**WHAT IS BEING ASKED**
For this exercise, output the line containing "return analyseSweep(samples, job.options);" and every line after it through the end of the records, exactly, and no other line.

Collected data
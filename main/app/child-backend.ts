/**
 * The backend as a child of the Electron main process: the same backend as `taperline
 * serve`, talking over the Node IPC channel of `child_process.fork` instead of a WebSocket.
 * Saving goes through the parent, which owns the dialogs and the PDF printer.
 */
import { createWriteStream } from 'node:fs';
import { writeFile } from 'node:fs/promises';
import { answerRequest, errorText } from './dispatch';
import { startBackend, type Backend, type BackendOptions } from './backend';
import { isParentMessage, type ChildToParent } from './child-protocol';
import { realLibraries } from './libraries';

/** Tell the parent why the backend cannot start (before exiting with status 2). */
export function reportChildFatal(message: string): Promise<void> {
  return new Promise((resolve) => {
    if (process.send && process.connected)
      process.send({ type: 'fatal', message } satisfies ChildToParent, undefined, {}, () => resolve());
    else resolve();
  });
}

export async function runChildBackend(
  options: Omit<BackendOptions, 'exportMode' | 'writeCsvFile' | 'writeReportFile' | 'writeBatchFile'>,
) {
  if (!process.send)
    throw new Error('--electron-child needs an IPC channel: it is started by the Electron app');
  const post = (message: ChildToParent, then?: () => void) => {
    if (process.connected) process.send!(message, undefined, {}, () => then?.());
    else then?.();
  };
  let nextTicket = 1;
  const waiting = new Map<number, (answer: { path?: string | null; error?: string | null }) => void>();
  const ask = (message: ChildToParent & { ticket: number }) =>
    new Promise<{ path?: string | null; error?: string | null }>((resolve) => {
      waiting.set(message.ticket, resolve);
      post(message);
    });

  let backend: Backend | null = null;
  const stop = async (code: number) => {
    await backend?.stop();
    process.exit(code);
  };

  try {
    backend = await startBackend({
      ...options,
      exportMode: {
        kind: 'save',
        choosePath: async (suggestedName, what) => {
          const answer = await ask({ type: 'choose-path', ticket: nextTicket++, suggestedName, what });
          return answer.path ?? null;
        },
      },
      // The export ends (or, on failure, destroys) the file stream, so a write error rejects here.
      writeCsvFile: async (runId, path) => {
        try {
          await backend!.recorder!.exportCsv(runId, createWriteStream(path));
        } catch (err) {
          throw new Error(
            `the CSV was not written to ${path}: ${errorText(err)}; the run is still in the recording, so export it again to another folder`,
            { cause: err },
          );
        }
      },
      writeBatchFile: async (batchId, path, csv) =>
        writeFile(
          path,
          realLibraries.batchReportFile(backend!.recorder!, batchId, csv ? 'csv' : 'html'),
          'utf8',
        ),
      writeReportFile: async (runId, path, pdf) => {
        const html = await realLibraries.runReportHtml(backend!.recorder!, runId);
        if (!pdf) return writeFile(path, html, 'utf8');
        const answer = await ask({ type: 'print-pdf', ticket: nextTicket++, html, path });
        if (answer.error) throw new Error(`the PDF was not written: ${answer.error}`);
      },
    });
  } catch (err) {
    post({ type: 'fatal', message: errorText(err) }, () => process.exit(2));
    return;
  }
  const running = backend;
  running.service.onPush((push) => post({ type: 'push', push }));

  process.on('message', (message: unknown) => {
    if (!isParentMessage(message)) return;
    if (message.type === 'request') {
      void answerRequest(running.service, message.envelope).then((reply) => post({ type: 'reply', reply }));
    } else if (message.type === 'chosen-path' || message.type === 'printed') {
      const resolve = waiting.get(message.ticket);
      waiting.delete(message.ticket);
      resolve?.(message.type === 'chosen-path' ? { path: message.path } : { error: message.error });
    } else if (message.type === 'stop') {
      void stop(0);
    }
  });
  // The parent went away (crash, kill): close the runs cleanly rather than leave them open.
  process.on('disconnect', () => void stop(0));
  for (const signal of ['SIGINT', 'SIGTERM'] as const) process.on(signal, () => void stop(0));
  post({ type: 'ready', dbPath: running.recorder?.dbPath ?? null, stations: running.stations.list().length });
}
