/**
 * One analysis of a station's live sweep, as plain data that crosses a thread: the kept
 * source samples in columns and the profile's options in, the engine's report out. Run the
 * same way in the analysis worker (./sweep-worker.ts) and, where no worker can start, here.
 */
import { analyseSweep, type SweepOptions, type SweepReport } from '@shared/engine/sweep';
import type { TimedSample } from '@shared/engine/types';

export interface SweepJob {
  tS: Float64Array;
  vinV: Float64Array;
  iinA: Float64Array;
  /** Panel temperature; NaN where the sample carried none. */
  tpanelC: Float64Array;
  options: SweepOptions;
}

export function runSweepJob(job: SweepJob): SweepReport {
  const samples: TimedSample[] = Array.from(job.tS, (t, k) => {
    const tp = job.tpanelC[k];
    return {
      t,
      rxS: t,
      vinV: job.vinV[k],
      iinA: job.iinA[k],
      extra: (tp === tp ? { tpanel: tp } : {}) as Record<string, number>,
    };
  });
  return analyseSweep(samples, job.options);
}
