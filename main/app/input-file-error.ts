/** A file a person gave (profile, rack) cannot be used: one line naming the file and what is wrong. */
export class InputFileError extends Error {
  override name = 'InputFileError';
}
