/** File names offered for a run's CSV export, Run report and Batch report (save dialog and HTTP download). */
import type { RunRow } from '@shared/ipc/payloads';

export { batchFileStem } from '@shared/display/file-names';

/** Longest station part of a name; a serial path given to `taperline record` can be long. */
const MAX_STATION_CHARS = 64;

/**
 * `taperline-run-<id>-<station>` with every character outside `A-Z a-z 0-9 . _ -` replaced by
 * `_`: station ids of recorded runs can be port paths (`serial:/dev/ttyUSB0`), whose `/` and
 * `:` would make a save dialog propose a folder or break a Content-Disposition header.
 */
export function runFileStem(run: Pick<RunRow, 'id' | 'stationId'>): string {
  const station = run.stationId.replace(/[^A-Za-z0-9._-]/g, '_').slice(0, MAX_STATION_CHARS);
  return station === '' ? `taperline-run-${run.id}` : `taperline-run-${run.id}-${station}`;
}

**TASK RESULT**
  return analyseSweep(samples, job.options);
}
filename main/app/input-file-error.ts
/** A file a person gave (profile, rack) cannot be used: one line naming the file and what is wrong. */
export class InputFileError extends Error {
  override name = 'InputFileError';
}
/** File names offered for a run's CSV export, Run report and Batch report (save dialog and HTTP download). */
import type { RunRow } from '@shared/ipc/payloads';

export { batchFileStem } from '@shared/display/file-names';

/** Longest station part of a name; a serial path given to `taperline record` can be long. */
const MAX_STATION_CHARS = 64;

/**
 * `taperline-run-<id>-<station>` with every character outside `A-Z a-z 0-9 . _ -` replaced by
 * `_`: station ids of recorded runs can be port paths (`serial:/dev/ttyUSB0`), whose `/` and
 * `:` would make a save dialog propose a folder or break a Content-Disposition header.
 */
export function runFileStem(run: Pick<RunRow, 'id' | 'stationId'>): string {
  const station = run.stationId.replace(/[^A-Za-z0-9._-]/g, '_').slice(0, MAX_STATION_CHARS);
  return station === '' ? `taperline-run-${run.id}` : `taperline-run-${run.id}-${station}`;
}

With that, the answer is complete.